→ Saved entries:
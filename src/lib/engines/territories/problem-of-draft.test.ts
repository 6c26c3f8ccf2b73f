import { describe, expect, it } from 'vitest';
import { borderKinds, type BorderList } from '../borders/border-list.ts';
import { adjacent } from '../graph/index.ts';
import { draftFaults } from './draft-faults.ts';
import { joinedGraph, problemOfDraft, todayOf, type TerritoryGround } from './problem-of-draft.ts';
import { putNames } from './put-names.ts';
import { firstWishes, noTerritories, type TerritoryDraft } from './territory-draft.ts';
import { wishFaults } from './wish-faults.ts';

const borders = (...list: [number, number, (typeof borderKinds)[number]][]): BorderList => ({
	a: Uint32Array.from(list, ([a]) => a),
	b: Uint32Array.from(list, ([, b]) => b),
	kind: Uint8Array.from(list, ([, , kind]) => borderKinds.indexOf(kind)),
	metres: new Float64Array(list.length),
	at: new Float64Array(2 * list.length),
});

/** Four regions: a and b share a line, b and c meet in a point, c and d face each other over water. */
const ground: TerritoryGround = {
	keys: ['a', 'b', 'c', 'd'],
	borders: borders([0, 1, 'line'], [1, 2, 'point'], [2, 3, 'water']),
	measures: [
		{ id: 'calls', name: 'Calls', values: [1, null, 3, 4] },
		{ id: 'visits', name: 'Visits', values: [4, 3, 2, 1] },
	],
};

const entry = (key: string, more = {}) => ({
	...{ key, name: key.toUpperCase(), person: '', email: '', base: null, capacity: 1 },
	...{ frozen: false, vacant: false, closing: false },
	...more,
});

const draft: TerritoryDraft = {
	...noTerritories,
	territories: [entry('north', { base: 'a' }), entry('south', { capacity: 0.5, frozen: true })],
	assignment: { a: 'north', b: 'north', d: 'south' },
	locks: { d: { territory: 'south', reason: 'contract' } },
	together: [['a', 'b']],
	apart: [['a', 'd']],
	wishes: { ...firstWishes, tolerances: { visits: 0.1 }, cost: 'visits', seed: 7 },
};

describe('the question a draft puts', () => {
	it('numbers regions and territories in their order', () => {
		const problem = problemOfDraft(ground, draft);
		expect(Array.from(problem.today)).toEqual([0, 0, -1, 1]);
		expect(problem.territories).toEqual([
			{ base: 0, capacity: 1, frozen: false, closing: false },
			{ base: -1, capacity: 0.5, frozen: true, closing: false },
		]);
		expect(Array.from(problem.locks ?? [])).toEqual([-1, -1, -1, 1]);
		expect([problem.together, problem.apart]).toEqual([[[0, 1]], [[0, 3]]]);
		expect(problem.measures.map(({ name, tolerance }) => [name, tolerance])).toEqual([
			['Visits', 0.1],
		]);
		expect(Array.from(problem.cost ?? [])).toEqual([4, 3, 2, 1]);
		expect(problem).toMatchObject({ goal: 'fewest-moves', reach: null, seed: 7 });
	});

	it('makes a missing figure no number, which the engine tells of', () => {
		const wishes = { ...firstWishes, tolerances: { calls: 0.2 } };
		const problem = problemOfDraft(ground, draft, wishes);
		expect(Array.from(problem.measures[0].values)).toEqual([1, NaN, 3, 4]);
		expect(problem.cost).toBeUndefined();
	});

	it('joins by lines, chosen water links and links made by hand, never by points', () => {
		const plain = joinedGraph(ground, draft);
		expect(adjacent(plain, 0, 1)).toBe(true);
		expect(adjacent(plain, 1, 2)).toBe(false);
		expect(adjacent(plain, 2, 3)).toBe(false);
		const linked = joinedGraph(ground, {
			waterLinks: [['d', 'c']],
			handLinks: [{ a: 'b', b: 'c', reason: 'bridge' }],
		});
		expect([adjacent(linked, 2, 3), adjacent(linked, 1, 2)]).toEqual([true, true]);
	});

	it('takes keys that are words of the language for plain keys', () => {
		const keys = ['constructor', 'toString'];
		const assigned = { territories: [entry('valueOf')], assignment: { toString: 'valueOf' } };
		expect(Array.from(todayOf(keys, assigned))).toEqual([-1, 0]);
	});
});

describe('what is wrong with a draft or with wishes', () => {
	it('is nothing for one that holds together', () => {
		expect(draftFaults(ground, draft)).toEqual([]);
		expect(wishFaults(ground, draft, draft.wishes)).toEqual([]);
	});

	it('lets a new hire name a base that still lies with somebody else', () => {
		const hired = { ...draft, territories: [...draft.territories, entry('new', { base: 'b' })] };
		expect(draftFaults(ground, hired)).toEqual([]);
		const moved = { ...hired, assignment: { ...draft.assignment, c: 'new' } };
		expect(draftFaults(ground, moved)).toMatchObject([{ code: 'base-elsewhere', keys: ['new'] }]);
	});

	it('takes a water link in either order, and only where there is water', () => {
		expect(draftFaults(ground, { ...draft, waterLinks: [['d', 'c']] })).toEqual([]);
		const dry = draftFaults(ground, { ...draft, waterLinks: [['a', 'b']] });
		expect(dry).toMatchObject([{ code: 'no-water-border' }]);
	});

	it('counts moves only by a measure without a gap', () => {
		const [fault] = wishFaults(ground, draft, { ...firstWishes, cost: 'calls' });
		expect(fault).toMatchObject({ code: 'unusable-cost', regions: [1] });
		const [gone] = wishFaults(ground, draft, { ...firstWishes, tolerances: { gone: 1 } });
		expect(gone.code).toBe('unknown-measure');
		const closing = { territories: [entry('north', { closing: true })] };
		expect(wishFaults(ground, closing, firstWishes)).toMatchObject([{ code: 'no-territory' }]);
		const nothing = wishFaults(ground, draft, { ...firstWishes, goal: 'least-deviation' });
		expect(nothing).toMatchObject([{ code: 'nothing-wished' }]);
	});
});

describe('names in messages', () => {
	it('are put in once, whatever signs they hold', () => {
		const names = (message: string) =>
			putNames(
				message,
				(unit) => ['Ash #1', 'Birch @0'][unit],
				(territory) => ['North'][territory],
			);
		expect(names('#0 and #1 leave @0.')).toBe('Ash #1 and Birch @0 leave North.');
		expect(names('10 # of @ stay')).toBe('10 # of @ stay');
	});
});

→ WHAT THIS TASK INVOLVES: In full and without alteration, repeat the records.

→ EXERCISE RESULT:
filename src/lib/engines/territories/problem-of-draft.test.ts
repository 6c26c3f8ccf2b73f
import { describe, expect, it } from 'vitest';
import { borderKinds, type BorderList } from '../borders/border-list.ts';
import { adjacent } from '../graph/index.ts';
import { draftFaults } from './draft-faults.ts';
import { joinedGraph, problemOfDraft, todayOf, type TerritoryGround } from './problem-of-draft.ts';
import { putNames } from './put-names.ts';
import { firstWishes, noTerritories, type TerritoryDraft } from './territory-draft.ts';
import { wishFaults } from './wish-faults.ts';

const borders = (...list: [number, number, (typeof borderKinds)[number]][]): BorderList => ({
	a: Uint32Array.from(list, ([a]) => a),
	b: Uint32Array.from(list, ([, b]) => b),
	kind: Uint8Array.from(list, ([, , kind]) => borderKinds.indexOf(kind)),
	metres: new Float64Array(list.length),
	at: new Float64Array(2 * list.length),
});

/** Four regions: a and b share a line, b and c meet in a point, c and d face each other over water. */
const ground: TerritoryGround = {
	keys: ['a', 'b', 'c', 'd'],
	borders: borders([0, 1, 'line'], [1, 2, 'point'], [2, 3, 'water']),
	measures: [
		{ id: 'calls', name: 'Calls', values: [1, null, 3, 4] },
		{ id: 'visits', name: 'Visits', values: [4, 3, 2, 1] },
	],
};

const entry = (key: string, more = {}) => ({
	...{ key, name: key.toUpperCase(), person: '', email: '', base: null, capacity: 1 },
	...{ frozen: false, vacant: false, closing: false },
	...more,
});

const draft: TerritoryDraft = {
	...noTerritories,
	territories: [entry('north', { base: 'a' }), entry('south', { capacity: 0.5, frozen: true })],
	assignment: { a: 'north', b: 'north', d: 'south' },
	locks: { d: { territory: 'south', reason: 'contract' } },
	together: [['a', 'b']],
	apart: [['a', 'd']],
	wishes: { ...firstWishes, tolerances: { visits: 0.1 }, cost: 'visits', seed: 7 },
};

describe('the question a draft puts', () => {
	it('numbers regions and territories in their order', () => {
		const problem = problemOfDraft(ground, draft);
		expect(Array.from(problem.today)).toEqual([0, 0, -1, 1]);
		expect(problem.territories).toEqual([
			{ base: 0, capacity: 1, frozen: false, closing: false },
			{ base: -1, capacity: 0.5, frozen: true, closing: false },
		]);
		expect(Array.from(problem.locks ?? [])).toEqual([-1, -1, -1, 1]);
		expect([problem.together, problem.apart]).toEqual([[[0, 1]], [[0, 3]]]);
		expect(problem.measures.map(({ name, tolerance }) => [name, tolerance])).toEqual([
			['Visits', 0.1],
		]);
		expect(Array.from(problem.cost ?? [])).toEqual([4, 3, 2, 1]);
		expect(problem).toMatchObject({ goal: 'fewest-moves', reach: null, seed: 7 });
	});

	it('makes a missing figure no number, which the engine tells of', () => {
		const wishes = { ...firstWishes, tolerances: { calls: 0.2 } };
		const problem = problemOfDraft(ground, draft, wishes);
		expect(Array.from(problem.measures[0].values)).toEqual([1, NaN, 3, 4]);
		expect(problem.cost).toBeUndefined();
	});

	it('joins by lines, chosen water links and links made by hand, never by points', () => {
		const plain = joinedGraph(ground, draft);
		expect(adjacent(plain, 0, 1)).toBe(true);
		expect(adjacent(plain, 1, 2)).toBe(false);
		expect(adjacent(plain, 2, 3)).toBe(false);
		const linked = joinedGraph(ground, {
			waterLinks: [['d', 'c']],
			handLinks: [{ a: 'b', b: 'c', reason: 'bridge' }],
		});
		expect([adjacent(linked, 2, 3), adjacent(linked, 1, 2)]).toEqual([true, true]);
	});

	it('takes keys that are words of the language for plain keys', () => {
		const keys = ['constructor', 'toString'];
		const assigned = { territories: [entry('valueOf')], assignment: { toString: 'valueOf' } };
		expect(Array.from(todayOf(keys, assigned))).toEqual([-1, 0]);
	});
});

describe('what is wrong with a draft or with wishes', () => {
	it('is nothing for one that holds together', () => {
		expect(draftFaults(ground, draft)).toEqual([]);
		expect(wishFaults(ground, draft, draft.wishes)).toEqual([]);
	});

	it('lets a new hire name a base that still lies with somebody else', () => {
		const hired = { ...draft, territories: [...draft.territories, entry('new', { base: 'b' })] };
		expect(draftFaults(ground, hired)).toEqual([]);
		const moved = { ...hired, assignment: { ...draft.assignment, c: 'new' } };
		expect(draftFaults(ground, moved)).toMatchObject([{ code: 'base-elsewhere', keys: ['new'] }]);
	});

	it('takes a water link in either order, and only where there is water', () => {
		expect(draftFaults(ground, { ...draft, waterLinks: [['d', 'c']] })).toEqual([]);
		const dry = draftFaults(ground, { ...draft, waterLinks: [['a', 'b']] });
		expect(dry).toMatchObject([{ code: 'no-water-border' }]);
	});

	it('counts moves only by a measure without a gap', () => {
		const [fault] = wishFaults(ground, draft, { ...firstWishes, cost: 'calls' });
		expect(fault).toMatchObject({ code: 'unusable-cost', regions: [1] });
		const [gone] = wishFaults(ground, draft, { ...firstWishes, tolerances: { gone: 1 } });
		expect(gone.code).toBe('unknown-measure');
		const closing = { territories: [entry('north', { closing: true })] };
		expect(wishFaults(ground, closing, firstWishes)).toMatchObject([{ code: 'no-territory' }]);
		const nothing = wishFaults(ground, draft, { ...firstWishes, goal: 'least-deviation' });
		expect(nothing).toMatchObject([{ code: 'nothing-wished' }]);
	});
});

describe('names in messages', () => {
	it('are put in once, whatever signs they hold', () => {
		const names = (message: string) =>
			putNames(
				message,
				(unit) => ['Ash #1', 'Birch @0'][unit],
				(territory) => ['North'][territory],
			);
		expect(names('#0 and #1 leave @0.')).toBe('Ash #1 and Birch @0 leave North.');
		expect(names('10 # of @ stay')).toBe('10 # of @ stay');
	});
});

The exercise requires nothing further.